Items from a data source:

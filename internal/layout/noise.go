package layout

import (
	"github.com/paulmach/orb"
	"math"
	"slices"
	"strings"

	"go.yaml.in/yaml/v3"

	"arcwright/internal/acoustics"
	"arcwright/internal/geometry"
	"arcwright/internal/planner"
	"arcwright/internal/units"
)

var (
	noiseKeys      = []string{"room_absorption", "reverberation_time", "contours"}
	crewKeys       = []string{"name", "at", "height", "hours"}
	microphoneKeys = []string{"size", "max_level", "upper_frequency"}
)

// Plausible ranges of the noise keys (a guard of ours against slips).
const (
	minLevel, maxLevel = 40.0, 200.0 // dB
	maxReverberation   = 30.0        // s
	// DefaultCrewHours is the exposure time of a crew position that gives
	// none: a full 8-hour shift, the reference of both the EU and the
	// NIOSH limits (conservative).
	DefaultCrewHours = 8.0
	// MinCrewHours is the shortest daily time at a crew position, h: 1 s.
	// A shorter time is a slip (1e-300 h), and the exposure of a second at
	// any level a jet makes is below every action value.
	MinCrewHours = 1.0 / 3600
	// ContourResolution is how close two contour levels may be and still
	// count as the same, dB: 0.1 dB, the sheet prints levels to 1 dB and
	// a prediction is good to a few dB.
	ContourResolution = 0.1
)

// noiseSection decodes noise: the room's absorption and extra contours.
func (d *decoder) noiseSection(top *section, ci *cellInfo) planner.Noise {
	s := top.sub("noise", noiseKeys)
	var n planner.Noise
	a, t := s.get("room_absorption"), s.get("reverberation_time")
	if a != nil && t != nil {
		d.errorf(ErrInvalid, s.keyLine("reverberation_time"), s.field("reverberation_time"), "give room_absorption or reverberation_time, not both")
	}
	if a != nil {
		if v, ok := d.number(a, s.field("room_absorption"), "an average absorption coefficient between 0 and 1, such as 0.05"); ok {
			if !(v >= planner.MinRoomAbsorption && v <= planner.MaxRoomAbsorption) {
				d.errorf(ErrInvalid, a.Line, s.field("room_absorption"), "want an average absorption coefficient from %g to %g, got %g (bare concrete is about 0.02, a fully treated room above 0.9)", planner.MinRoomAbsorption, planner.MaxRoomAbsorption, v)
			} else {
				n.RoomAbsorption = v
			}
		}
	}
	if t != nil {
		if v, ok := d.seconds(t, s.field("reverberation_time")); ok {
			vol, surf, room := planner.RoomSize(&ci.cell)
			alpha := 0.0
			if room {
				alpha = acoustics.EyringAbsorption(vol, surf, v)
			}
			switch {
			case v <= 0 || v > maxReverberation:
				d.errorf(ErrInvalid, t.Line, s.field("reverberation_time"), "want a reverberation time above 0 s and at most %g s, got %g s", maxReverberation, v)
			case room && !(alpha >= planner.MinRoomAbsorption && alpha <= planner.MaxRoomAbsorption):
				d.errorf(ErrInvalid, t.Line, s.field("reverberation_time"), "the reverberation time %g s gives an average absorption coefficient of %.2g (Eyring) in this room; %s (ᾱ from %g to %g)", v, alpha, planner.ReverberationRange(vol, surf), planner.MinRoomAbsorption, planner.MaxRoomAbsorption)
			default:
				n.Reverberation = v
			}
		}
	}
	if (a != nil || t != nil) && ci.cell.Kind != geometry.HardWalled {
		d.warnf(s.line, s.field("room_absorption"), "the room's absorption is used only for a hard-walled cell; this cell is %s", ci.cell.Kind)
	}
	items, _ := d.list(s.get("contours"), s.field("contours"), s.keyLine("contours"), "a list of A-weighted levels, such as [80 dB(A), 95 dB(A)]")
	for i, it := range items {
		field := index(s.field("contours"), i)
		v, ok := d.level(it, field, aWeighted)
		switch {
		case !ok:
		case sameLevel(v, planner.ContourA):
			d.errorf(ErrInvalid, it.Line, field, "%g dB(A) is always drawn (%g dB(A)): remove it from the list", v, planner.ContourA)
		case slices.ContainsFunc(n.Contours, func(c float64) bool { return sameLevel(c, v) }):
			d.errorf(ErrInvalid, it.Line, field, "%g dB(A) is already in the list: give each contour once", v)
		default:
			n.Contours = append(n.Contours, v)
		}
	}
	return n
}

// sameLevel reports whether contour levels a and b, dB, are the same to
// ContourResolution (they round alike at 0.1 dB, or are closer than half
// of it).
func sameLevel(a, b float64) bool { return math.Abs(a-b) < ContourResolution/2+1e-9 }

// crewSection decodes crew: where people stay during runs.
func (d *decoder) crewSection(top *section, ci *cellInfo) []planner.Crew {
	field := top.field("crew")
	items, _ := d.list(top.get("crew"), field, top.keyLine("crew"), "a list of crew positions")
	names := d.nameSet()
	var out []planner.Crew
	for i, it := range items {
		s := d.section(it, index(field, i), it.Line, crewKeys)
		c := planner.Crew{Line: it.Line, Hours: DefaultCrewHours}
		var ok bool
		c.Name, ok = d.name(s, "crew position", names)
		c.At.Z = planner.DefaultEarHeight
		if n := s.need("at", "the position in plan, [x, y]"); n != nil {
			p, good := d.planPoint(n, s.field("at"), s.keyLine("at"))
			c.At.X, c.At.Y = p[0], p[1]
			ok = ok && good
		} else {
			ok = false
		}
		if n := s.get("height"); n != nil {
			h, good := d.nonNegativeLength(n, s.field("height"), "the ear height")
			if good {
				good = d.heightRange(ci, h, n.Line, s.field("height"), "the ear height")
			}
			c.At.Z = h
			ok = ok && good
		}
		if n := s.get("at"); n != nil && ok {
			for _, o := range ci.cell.Obstacles {
				if o.Footprint.Contains(orb.Point{c.At.X, c.At.Y}) && o.ZMin < c.At.Z {
					d.warnf(n.Line, s.field("at"), "crew position %s is inside the obstacle %s: no one can stand there; check its position", c.Name, o.Name)
				}
			}
		}
		if n := s.get("hours"); n != nil {
			h, good := d.hours(n, s.field("hours"))
			c.Hours = h
			ok = ok && good
		}
		if ok {
			out = append(out, c)
		}
	}
	return out
}

// microphone decodes an array's or stand's microphone: a nominal size
// ("1/4 in") whose typical limits apply, or a map with size, max_level and
// upper_frequency.
func (d *decoder) microphone(n *yaml.Node, field string) (*acoustics.Microphone, bool) {
	sizes := func() string {
		var names []string
		for _, c := range acoustics.MicrophoneClasses() {
			names = append(names, c.Name)
		}
		return strings.Join(names, ", ")
	}
	if n.Kind == yaml.ScalarNode {
		v, ok := d.text(n, field)
		if !ok {
			return nil, false
		}
		c, found := acoustics.MicrophoneClassNamed(v)
		if !found {
			d.errorf(ErrInvalid, n.Line, field, "want a nominal size (%s) or a map with size, max_level and upper_frequency, got %q", sizes(), v)
			return nil, false
		}
		m := c.Typical()
		return &m, true
	}
	s := d.section(n, field, n.Line, microphoneKeys)
	m := &acoustics.Microphone{}
	ok := true
	if v := s.get("size"); v != nil {
		name, good := d.text(v, s.field("size"))
		m.Name = name
		if c, found := acoustics.MicrophoneClassNamed(name); good && found {
			*m = c.Typical()
		}
		ok = ok && good
	}
	if v := s.get("max_level"); v != nil {
		l, good := d.level(v, s.field("max_level"), unweighted)
		m.MaxLevel = l
		ok = ok && good
	}
	if v := s.get("upper_frequency"); v != nil {
		f, good := d.quantity(v, s.field("upper_frequency"), units.Frequency, "Hz")
		if good && !(f > 0) {
			d.errorf(ErrInvalid, v.Line, s.field("upper_frequency"), "want a frequency above 0 Hz, got %s", units.FormatFrequency(f))
			good = false
		}
		m.UpperFrequency = f
		ok = ok && good
	}
	if ok && (m.MaxLevel == 0 || m.UpperFrequency == 0) {
		d.errorf(ErrMissing, n.Line, field, "give a nominal size (%s) or both max_level and upper_frequency", sizes())
		ok = false
	}
	if m.Name == "" {
		m.Name = "named"
	}
	return m, ok
}

// weighting is the frequency weighting a level key takes.
type weighting int

const (
	// aWeighted: a number, or a number followed by dB(A) or dBA.
	aWeighted weighting = iota
	// unweighted: a number, or a number followed by dB (dB re 20 µPa).
	unweighted
)

// levelUnits are the unit suffixes of a level, longest first, with their
// weighting: 'A', 'C' or 0 (unweighted).
var levelUnits = []struct {
	suffix string
	w      byte
}{{"dB(A)", 'A'}, {"dB(C)", 'C'}, {"dBA", 'A'}, {"dBC", 'C'}, {"dB", 0}}

// level reads a level in dB with weighting w: a number, or a number
// followed by the unit of w. A level in another weighting is an error: a
// C-weighted contour is not drawn as dB(A), and a microphone's limit is
// unweighted.
func (d *decoder) level(n *yaml.Node, field string, w weighting) (float64, bool) {
	example := "85 dB(A)"
	if w == unweighted {
		example = "146 dB"
	}
	s, ok := d.scalar(n, field, "a level in dB, such as "+example)
	if !ok {
		return 0, false
	}
	t := strings.TrimSpace(s)
	for _, u := range levelUnits {
		if !strings.HasSuffix(t, u.suffix) {
			continue
		}
		switch {
		case w == aWeighted && u.w != 'A':
			d.errorf(ErrInvalid, n.Line, field, "contours are A-weighted levels, got %q: write a level in dB(A), such as 95 dB(A) (the 140 dB(C) peak contour is always drawn)", s)
			return 0, false
		case w == unweighted && u.w != 0:
			d.errorf(ErrInvalid, n.Line, field, "a microphone's upper limit is an unweighted level (dB re 20 µPa), got %q: write it in dB, such as 146 dB", s)
			return 0, false
		}
		t = strings.TrimSpace(strings.TrimSuffix(t, u.suffix))
		break
	}
	v, err := ParseDecimal(t)
	if err != nil || math.IsNaN(v) || math.IsInf(v, 0) {
		d.errorf(ErrInvalid, n.Line, field, "want a level in dB, such as %s, got %q", example, s)
		return 0, false
	}
	if v < minLevel || v > maxLevel {
		d.errorf(ErrInvalid, n.Line, field, "the level %g dB is implausible; want %g–%g dB", v, minLevel, maxLevel)
		return v, false
	}
	return v, true
}

// seconds reads a time in s: a number, or a number followed by s or ms.
func (d *decoder) seconds(n *yaml.Node, field string) (float64, bool) {
	return d.duration(n, field, "a time in seconds, such as 1.8 s", map[string]float64{"ms": 1e-3, "s": 1}, 1)
}

// hours reads a daily exposure time in h: a number (hours), or a number
// followed by h or min; above 0 and at most 24 h.
func (d *decoder) hours(n *yaml.Node, field string) (float64, bool) {
	h, ok := d.duration(n, field, "hours per day, such as 2 h or 30 min", map[string]float64{"min": 1.0 / 60, "h": 1}, 1)
	if ok && !inside(h, MinCrewHours, 24) {
		d.errorf(ErrInvalid, n.Line, field, "want a time of at least 1 s and at most 24 h per day, got %g h", h)
		return h, false
	}
	return h, ok
}

// duration reads a number with one of the unit suffixes in scale (a bare
// number is multiplied by bare).
func (d *decoder) duration(n *yaml.Node, field, want string, scale map[string]float64, bare float64) (float64, bool) {
	s, ok := d.scalar(n, field, want)
	if !ok {
		return 0, false
	}
	t := strings.TrimSpace(s)
	f := bare
	for _, suf := range []string{"min", "ms", "h", "s"} { // longest first where they share a letter
		if k, found := scale[suf]; found && strings.HasSuffix(t, suf) {
			t, f = strings.TrimSpace(strings.TrimSuffix(t, suf)), k
			break
		}
	}
	v, err := ParseDecimal(t)
	if err != nil || math.IsNaN(v) || math.IsInf(v, 0) {
		d.errorf(ErrInvalid, n.Line, field, "want %s, got %q", want, s)
		return 0, false
	}
	return v * f, true
}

Instructions to follow.
Please print the lines from the start of the records up to and including the line with "a second at", copying each one exactly and leaving out the rest.

Task response.
filename internal/layout/noise.go
package layout

import (
	"github.com/paulmach/orb"
	"math"
	"slices"
	"strings"

	"go.yaml.in/yaml/v3"

	"arcwright/internal/acoustics"
	"arcwright/internal/geometry"
	"arcwright/internal/planner"
	"arcwright/internal/units"
)

var (
	noiseKeys      = []string{"room_absorption", "reverberation_time", "contours"}
	crewKeys       = []string{"name", "at", "height", "hours"}
	microphoneKeys = []string{"size", "max_level", "upper_frequency"}
)

// Plausible ranges of the noise keys (a guard of ours against slips).
const (
	minLevel, maxLevel = 40.0, 200.0 // dB
	maxReverberation   = 30.0        // s
	// DefaultCrewHours is the exposure time of a crew position that gives
	// none: a full 8-hour shift, the reference of both the EU and the
	// NIOSH limits (conservative).
	DefaultCrewHours = 8.0
	// MinCrewHours is the shortest daily time at a crew position, h: 1 s.
	// A shorter time is a slip (1e-300 h), and the exposure of a second at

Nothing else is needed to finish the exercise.